Could you please provide references for this statement?

From my perspective it looks like:

-he will not reverse Pao's moves [1],

-he will still not allow harassment or bullying [2],

-reddit will now be more transparent [2],

-no more non-spam shadowbanning [3]

[1] [http://www.bloomberg.com/news/articles/2015-07-11/new-
reddit...](http://www.bloomberg.com/news/articles/2015-07-11/new-reddit-ceo-
says-he-won-t-reverse-pao-s-moves-after-her-exit)

[2]
[https://www.reddit.com/r/IAmA/comments/3cxedn/i_am_steve_huf...](https://www.reddit.com/r/IAmA/comments/3cxedn/i_am_steve_huffman_the_new_ceo_of_reddit_ama/cszu3cv)

[3]
[https://www.reddit.com/r/IAmA/comments/3cxedn/i_am_steve_huf...](https://www.reddit.com/r/IAmA/comments/3cxedn/i_am_steve_huffman_the_new_ceo_of_reddit_ama/cszv2lg)

You can read the full AMA here:
[https://www.reddit.com/r/IAmA/comments/3cxedn/i_am_steve_huf...](https://www.reddit.com/r/IAmA/comments/3cxedn/i_am_steve_huffman_the_new_ceo_of_reddit_ama/)

------
middleclick
I have never understood this argument. As a person of colour, I have been at
the receiving end of hate and threats many times, including on Reddit. That
doesn't stop from going to it and why should it? Unless Reddit is explicitly
and only doing this, I don't care. There are hundreds of good subreddits that
are strictly moderated and harassment is not allowed. And yet there are others
which I cannot stand. But I can easily ignore those.
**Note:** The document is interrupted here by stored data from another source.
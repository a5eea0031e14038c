"""Who is together with whom, in words."""

from __future__ import annotations

from typing import TYPE_CHECKING

import numpy as np

from bayeslca.assess.comparison.words import listed_with_and

if TYPE_CHECKING:
    from bayeslca.assess.together.co_membership import CoMembership

SMALL = ("no", "one", "two", "three", "four", "five", "six", "seven", "eight", "nine", "ten")
MOST_SHOWN = 6


def together_in_words(found: CoMembership) -> str:
    """Return into which sets the cases fall, how surely, and how far that may be off."""
    sets = found.sets
    n = len(sets)
    basis = found.basis
    if n == 1:
        text = f"{basis}, no way to part the cases is nearer to what is probable than none at all."
        within = float(sets["within"].iloc[0])
        if np.isfinite(within):
            text += f" Two cases are in one class with probability {within:.2f} on average."
    else:
        number = SMALL[n] if n < len(SMALL) else str(n)
        shown = [
            f"{row['set']} with {row['cases']:,} {'case' if row['cases'] == 1 else 'cases'}"
            for row in sets.head(MOST_SHOWN).to_dict("records")
        ]
        if n > MOST_SHOWN:
            shown.append(f"{n - MOST_SHOWN} smaller ones")
        text = f"{basis}, the cases fall into {number} sets: {listed_with_and(shown)}."
        cases = sets["cases"].to_numpy(dtype=np.float64)
        pairs = cases * (cases - 1.0)
        known = pairs > 0
        inside = float(np.sum(pairs[known] * sets["within"].to_numpy()[known]) / pairs.sum())
        apart = cases * (cases.sum() - cases)
        outside = float(np.sum(apart * sets["between"].to_numpy()) / apart.sum())
        text += (
            f" Two cases of one set are in one class with probability {inside:.2f} on average, "
            f"two of different sets with {outside:.2f}."
        )
    partition = found.partition
    most = np.log2(max(found.units.n_cases, 2))
    return (
        f"{text} On average, probable ways to part the cases lie {partition.loss:.2f} bits from "
        f"this one, 95 % of them within {partition.radius:.2f} (variation of information, at most "
        f"{most:.1f} with so many cases; 0: settled)."
    )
Should we stop using the Internet because there is violent stuff and
discriminatory content? Or should we using Twitter for the same reasons? Where
does one draw the line and how?

------
Ollinson
After a while I realized that all this "freedom of speech" talk is really just
a euphemism for "let us form hate groups and post pictures of 13 year olds in
bikinis."

------
panamafrank
I can't admit i read reddit publicly without fear of being associated with
misogynistic trolls that excuse rape. it's like saying you're on 4chan or
worse.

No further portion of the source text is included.